(Problem statement):
The line containing "return z ^ (z >> 31)" marks the start; repeat it and every following line exactly through the end of the entries.

(Exercise inputs):

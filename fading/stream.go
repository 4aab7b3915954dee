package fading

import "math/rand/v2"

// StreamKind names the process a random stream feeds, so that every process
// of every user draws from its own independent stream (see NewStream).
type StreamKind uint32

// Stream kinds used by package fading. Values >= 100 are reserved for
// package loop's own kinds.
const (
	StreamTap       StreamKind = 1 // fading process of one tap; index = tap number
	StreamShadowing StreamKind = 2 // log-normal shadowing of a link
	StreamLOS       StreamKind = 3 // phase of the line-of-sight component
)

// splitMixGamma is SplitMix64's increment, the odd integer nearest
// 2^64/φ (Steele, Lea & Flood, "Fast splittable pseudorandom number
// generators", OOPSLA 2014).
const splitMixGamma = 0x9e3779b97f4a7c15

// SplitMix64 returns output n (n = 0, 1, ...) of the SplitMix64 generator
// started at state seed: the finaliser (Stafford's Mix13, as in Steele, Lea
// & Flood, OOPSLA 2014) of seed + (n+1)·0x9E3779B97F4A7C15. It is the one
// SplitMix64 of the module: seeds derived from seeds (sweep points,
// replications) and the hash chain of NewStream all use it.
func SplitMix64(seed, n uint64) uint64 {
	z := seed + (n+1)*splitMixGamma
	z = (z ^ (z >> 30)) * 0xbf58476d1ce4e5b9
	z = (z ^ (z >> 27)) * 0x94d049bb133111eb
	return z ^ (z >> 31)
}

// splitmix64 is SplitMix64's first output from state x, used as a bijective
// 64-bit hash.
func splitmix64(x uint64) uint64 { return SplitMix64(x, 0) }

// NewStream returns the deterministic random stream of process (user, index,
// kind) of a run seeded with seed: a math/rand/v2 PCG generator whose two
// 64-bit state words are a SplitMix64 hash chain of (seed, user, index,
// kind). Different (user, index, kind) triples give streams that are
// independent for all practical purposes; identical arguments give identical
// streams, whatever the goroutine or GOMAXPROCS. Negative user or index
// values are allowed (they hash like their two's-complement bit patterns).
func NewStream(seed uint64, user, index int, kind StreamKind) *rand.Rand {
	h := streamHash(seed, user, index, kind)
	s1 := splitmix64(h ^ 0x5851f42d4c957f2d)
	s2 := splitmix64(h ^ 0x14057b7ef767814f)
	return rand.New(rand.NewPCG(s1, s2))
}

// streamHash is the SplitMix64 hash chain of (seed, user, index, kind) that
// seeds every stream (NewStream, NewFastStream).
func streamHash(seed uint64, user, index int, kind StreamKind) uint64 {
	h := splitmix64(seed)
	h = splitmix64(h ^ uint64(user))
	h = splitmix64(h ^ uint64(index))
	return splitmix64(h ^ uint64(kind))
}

(Exercise solution):
	return z ^ (z >> 31)
}

// splitmix64 is SplitMix64's first output from state x, used as a bijective
// 64-bit hash.
func splitmix64(x uint64) uint64 { return SplitMix64(x, 0) }

// NewStream returns the deterministic random stream of process (user, index,
// kind) of a run seeded with seed: a math/rand/v2 PCG generator whose two
// 64-bit state words are a SplitMix64 hash chain of (seed, user, index,
// kind). Different (user, index, kind) triples give streams that are
// independent for all practical purposes; identical arguments give identical
// streams, whatever the goroutine or GOMAXPROCS. Negative user or index
// values are allowed (they hash like their two's-complement bit patterns).
func NewStream(seed uint64, user, index int, kind StreamKind) *rand.Rand {
	h := streamHash(seed, user, index, kind)
	s1 := splitmix64(h ^ 0x5851f42d4c957f2d)
	s2 := splitmix64(h ^ 0x14057b7ef767814f)
	return rand.New(rand.NewPCG(s1, s2))
}

// streamHash is the SplitMix64 hash chain of (seed, user, index, kind) that
// seeds every stream (NewStream, NewFastStream).
func streamHash(seed uint64, user, index int, kind StreamKind) uint64 {
	h := splitmix64(seed)
	h = splitmix64(h ^ uint64(user))
	h = splitmix64(h ^ uint64(index))
	return splitmix64(h ^ uint64(kind))
}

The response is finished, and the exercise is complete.